What you should do -
Read through the entries below and copy each line where "status" turns up.

======== The data

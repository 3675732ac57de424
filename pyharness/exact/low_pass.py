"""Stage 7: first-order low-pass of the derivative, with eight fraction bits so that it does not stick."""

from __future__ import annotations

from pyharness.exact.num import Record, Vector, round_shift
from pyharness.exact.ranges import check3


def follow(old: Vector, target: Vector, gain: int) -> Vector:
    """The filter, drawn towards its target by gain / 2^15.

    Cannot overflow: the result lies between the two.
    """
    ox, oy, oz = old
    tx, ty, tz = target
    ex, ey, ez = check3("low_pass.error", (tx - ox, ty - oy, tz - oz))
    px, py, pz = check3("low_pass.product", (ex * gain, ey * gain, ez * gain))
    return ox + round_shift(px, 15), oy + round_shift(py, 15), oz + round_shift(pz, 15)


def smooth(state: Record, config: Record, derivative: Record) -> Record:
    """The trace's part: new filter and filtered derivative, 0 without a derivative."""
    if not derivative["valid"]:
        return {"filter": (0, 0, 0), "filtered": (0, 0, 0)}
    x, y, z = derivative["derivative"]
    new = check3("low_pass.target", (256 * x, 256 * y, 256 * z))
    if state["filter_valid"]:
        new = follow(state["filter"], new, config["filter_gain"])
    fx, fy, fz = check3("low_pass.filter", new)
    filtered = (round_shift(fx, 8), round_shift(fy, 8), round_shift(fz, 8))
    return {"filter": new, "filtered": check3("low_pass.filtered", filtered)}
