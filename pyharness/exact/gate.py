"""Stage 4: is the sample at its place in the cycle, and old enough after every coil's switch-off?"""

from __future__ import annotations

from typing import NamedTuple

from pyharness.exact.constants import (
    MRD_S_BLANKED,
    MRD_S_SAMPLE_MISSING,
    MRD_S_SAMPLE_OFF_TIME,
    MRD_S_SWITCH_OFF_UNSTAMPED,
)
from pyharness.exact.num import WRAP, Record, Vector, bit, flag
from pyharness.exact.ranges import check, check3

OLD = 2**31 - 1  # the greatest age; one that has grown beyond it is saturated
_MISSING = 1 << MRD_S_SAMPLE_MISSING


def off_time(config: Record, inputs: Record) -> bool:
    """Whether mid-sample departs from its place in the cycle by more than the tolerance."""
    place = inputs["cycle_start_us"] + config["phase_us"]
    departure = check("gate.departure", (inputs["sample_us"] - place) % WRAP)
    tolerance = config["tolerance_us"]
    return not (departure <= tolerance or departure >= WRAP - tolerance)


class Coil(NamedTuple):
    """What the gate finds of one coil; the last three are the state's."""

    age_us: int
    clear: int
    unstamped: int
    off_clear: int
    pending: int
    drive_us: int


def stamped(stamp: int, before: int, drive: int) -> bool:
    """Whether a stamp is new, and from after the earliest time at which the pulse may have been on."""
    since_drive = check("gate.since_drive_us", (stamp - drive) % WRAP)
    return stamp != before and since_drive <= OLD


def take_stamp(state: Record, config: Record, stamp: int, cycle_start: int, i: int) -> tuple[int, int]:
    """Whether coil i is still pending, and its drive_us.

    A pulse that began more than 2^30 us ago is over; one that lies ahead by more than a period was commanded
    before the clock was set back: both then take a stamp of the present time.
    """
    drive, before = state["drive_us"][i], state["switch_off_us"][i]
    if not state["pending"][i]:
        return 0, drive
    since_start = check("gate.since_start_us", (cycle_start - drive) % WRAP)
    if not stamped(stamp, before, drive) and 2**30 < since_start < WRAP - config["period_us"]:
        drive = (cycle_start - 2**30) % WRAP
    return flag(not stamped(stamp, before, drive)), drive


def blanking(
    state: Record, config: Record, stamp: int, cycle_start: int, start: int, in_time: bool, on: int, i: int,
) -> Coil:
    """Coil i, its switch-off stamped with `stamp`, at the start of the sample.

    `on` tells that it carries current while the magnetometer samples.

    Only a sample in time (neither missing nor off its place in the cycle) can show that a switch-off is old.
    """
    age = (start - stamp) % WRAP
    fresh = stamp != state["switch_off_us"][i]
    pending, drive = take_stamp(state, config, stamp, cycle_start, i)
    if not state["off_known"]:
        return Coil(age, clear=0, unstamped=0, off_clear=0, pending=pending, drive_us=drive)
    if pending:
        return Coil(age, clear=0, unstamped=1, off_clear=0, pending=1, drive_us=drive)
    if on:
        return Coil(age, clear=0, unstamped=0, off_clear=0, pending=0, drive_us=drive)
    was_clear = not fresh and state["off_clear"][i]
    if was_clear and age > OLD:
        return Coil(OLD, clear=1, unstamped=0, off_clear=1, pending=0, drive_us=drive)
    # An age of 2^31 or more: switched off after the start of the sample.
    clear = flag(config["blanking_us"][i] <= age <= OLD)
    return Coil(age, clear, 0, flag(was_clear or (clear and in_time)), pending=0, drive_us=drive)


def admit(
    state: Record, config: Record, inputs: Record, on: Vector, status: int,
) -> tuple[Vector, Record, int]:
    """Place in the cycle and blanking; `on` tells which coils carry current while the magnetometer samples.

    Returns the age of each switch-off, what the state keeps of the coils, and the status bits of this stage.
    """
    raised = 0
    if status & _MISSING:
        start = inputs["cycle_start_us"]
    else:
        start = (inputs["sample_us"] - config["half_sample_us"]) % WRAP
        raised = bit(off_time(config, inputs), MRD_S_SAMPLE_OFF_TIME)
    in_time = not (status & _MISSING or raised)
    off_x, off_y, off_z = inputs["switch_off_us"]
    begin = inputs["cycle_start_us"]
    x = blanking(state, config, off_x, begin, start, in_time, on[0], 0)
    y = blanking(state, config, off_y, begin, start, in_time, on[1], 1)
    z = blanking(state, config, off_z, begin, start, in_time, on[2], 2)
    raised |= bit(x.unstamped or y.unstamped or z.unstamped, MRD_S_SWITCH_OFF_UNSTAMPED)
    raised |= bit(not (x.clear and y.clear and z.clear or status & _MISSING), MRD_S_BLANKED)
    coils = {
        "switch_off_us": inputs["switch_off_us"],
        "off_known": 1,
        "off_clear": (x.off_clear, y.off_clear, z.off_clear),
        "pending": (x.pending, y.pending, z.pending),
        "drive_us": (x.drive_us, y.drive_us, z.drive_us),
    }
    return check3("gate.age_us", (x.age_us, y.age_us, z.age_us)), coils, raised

================
======== The data

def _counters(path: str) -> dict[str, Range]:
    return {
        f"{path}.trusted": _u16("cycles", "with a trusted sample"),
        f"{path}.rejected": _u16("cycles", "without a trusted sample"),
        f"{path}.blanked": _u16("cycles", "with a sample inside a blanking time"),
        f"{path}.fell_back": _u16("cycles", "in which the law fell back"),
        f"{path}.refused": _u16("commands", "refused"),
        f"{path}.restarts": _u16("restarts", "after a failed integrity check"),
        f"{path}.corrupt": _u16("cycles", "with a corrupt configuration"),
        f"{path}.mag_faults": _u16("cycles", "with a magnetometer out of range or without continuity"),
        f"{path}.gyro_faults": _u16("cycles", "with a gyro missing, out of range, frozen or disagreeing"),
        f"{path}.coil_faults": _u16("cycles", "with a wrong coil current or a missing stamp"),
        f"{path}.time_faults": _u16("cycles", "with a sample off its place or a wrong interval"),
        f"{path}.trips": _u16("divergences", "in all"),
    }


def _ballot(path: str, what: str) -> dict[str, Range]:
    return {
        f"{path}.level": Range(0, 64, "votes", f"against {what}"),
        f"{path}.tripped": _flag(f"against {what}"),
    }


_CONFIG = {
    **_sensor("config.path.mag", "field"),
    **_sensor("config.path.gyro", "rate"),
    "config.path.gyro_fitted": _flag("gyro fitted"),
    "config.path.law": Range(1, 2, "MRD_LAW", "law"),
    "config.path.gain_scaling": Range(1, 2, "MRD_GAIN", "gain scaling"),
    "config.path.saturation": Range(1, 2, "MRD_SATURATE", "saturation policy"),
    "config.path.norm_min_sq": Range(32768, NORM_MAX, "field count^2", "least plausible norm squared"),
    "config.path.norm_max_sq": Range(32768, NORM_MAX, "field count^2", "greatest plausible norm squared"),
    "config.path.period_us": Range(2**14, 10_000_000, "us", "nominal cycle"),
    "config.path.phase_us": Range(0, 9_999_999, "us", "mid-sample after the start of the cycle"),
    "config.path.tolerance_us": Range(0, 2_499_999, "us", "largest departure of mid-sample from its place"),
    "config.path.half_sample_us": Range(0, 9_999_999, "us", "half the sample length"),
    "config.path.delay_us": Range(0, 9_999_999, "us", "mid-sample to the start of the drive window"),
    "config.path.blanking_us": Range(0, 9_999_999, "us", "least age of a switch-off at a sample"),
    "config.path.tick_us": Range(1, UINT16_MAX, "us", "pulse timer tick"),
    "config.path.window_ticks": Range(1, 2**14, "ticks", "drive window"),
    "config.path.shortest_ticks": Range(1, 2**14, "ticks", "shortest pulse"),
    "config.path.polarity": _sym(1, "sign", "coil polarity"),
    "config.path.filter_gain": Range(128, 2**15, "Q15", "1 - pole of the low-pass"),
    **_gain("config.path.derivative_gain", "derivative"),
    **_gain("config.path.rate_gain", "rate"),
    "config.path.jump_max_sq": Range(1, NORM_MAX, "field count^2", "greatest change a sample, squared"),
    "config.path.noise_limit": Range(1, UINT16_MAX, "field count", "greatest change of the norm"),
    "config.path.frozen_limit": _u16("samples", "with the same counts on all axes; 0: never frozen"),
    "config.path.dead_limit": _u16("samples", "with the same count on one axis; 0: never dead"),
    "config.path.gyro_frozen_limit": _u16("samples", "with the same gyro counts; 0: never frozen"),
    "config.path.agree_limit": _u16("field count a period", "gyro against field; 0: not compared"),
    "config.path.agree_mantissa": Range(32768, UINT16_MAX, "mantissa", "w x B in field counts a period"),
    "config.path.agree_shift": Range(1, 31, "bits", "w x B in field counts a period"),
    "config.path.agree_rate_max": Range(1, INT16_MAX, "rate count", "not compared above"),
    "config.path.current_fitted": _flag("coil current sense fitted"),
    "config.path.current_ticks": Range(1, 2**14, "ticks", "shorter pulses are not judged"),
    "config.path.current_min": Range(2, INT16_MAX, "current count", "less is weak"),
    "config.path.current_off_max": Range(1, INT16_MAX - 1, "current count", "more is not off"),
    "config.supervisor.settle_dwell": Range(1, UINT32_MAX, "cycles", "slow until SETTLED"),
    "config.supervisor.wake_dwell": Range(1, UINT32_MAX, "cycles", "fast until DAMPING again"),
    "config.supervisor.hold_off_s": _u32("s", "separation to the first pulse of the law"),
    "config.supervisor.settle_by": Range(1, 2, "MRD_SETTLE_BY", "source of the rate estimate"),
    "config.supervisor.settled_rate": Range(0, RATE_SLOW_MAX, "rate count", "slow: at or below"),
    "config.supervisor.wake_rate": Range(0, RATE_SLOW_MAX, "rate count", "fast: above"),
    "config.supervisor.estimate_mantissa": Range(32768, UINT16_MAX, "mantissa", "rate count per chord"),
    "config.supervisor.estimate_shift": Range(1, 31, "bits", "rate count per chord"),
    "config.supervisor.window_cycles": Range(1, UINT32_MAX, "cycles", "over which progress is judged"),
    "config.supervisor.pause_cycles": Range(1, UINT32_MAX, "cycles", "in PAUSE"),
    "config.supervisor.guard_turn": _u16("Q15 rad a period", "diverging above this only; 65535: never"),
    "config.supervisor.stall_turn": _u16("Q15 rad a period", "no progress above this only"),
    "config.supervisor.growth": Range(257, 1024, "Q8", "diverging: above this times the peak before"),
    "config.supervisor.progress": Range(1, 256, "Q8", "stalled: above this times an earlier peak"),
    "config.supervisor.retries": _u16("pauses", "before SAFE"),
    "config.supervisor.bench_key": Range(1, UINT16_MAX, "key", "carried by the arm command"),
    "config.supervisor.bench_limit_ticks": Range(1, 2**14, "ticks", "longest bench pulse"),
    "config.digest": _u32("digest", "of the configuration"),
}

================

Problem solution -
    state: Record, config: Record, inputs: Record, on: Vector, status: int,
    Returns the age of each switch-off, what the state keeps of the coils, and the status bits of this stage.
    if status & _MISSING:
    in_time = not (status & _MISSING or raised)
    raised |= bit(not (x.clear and y.clear and z.clear or status & _MISSING), MRD_S_BLANKED)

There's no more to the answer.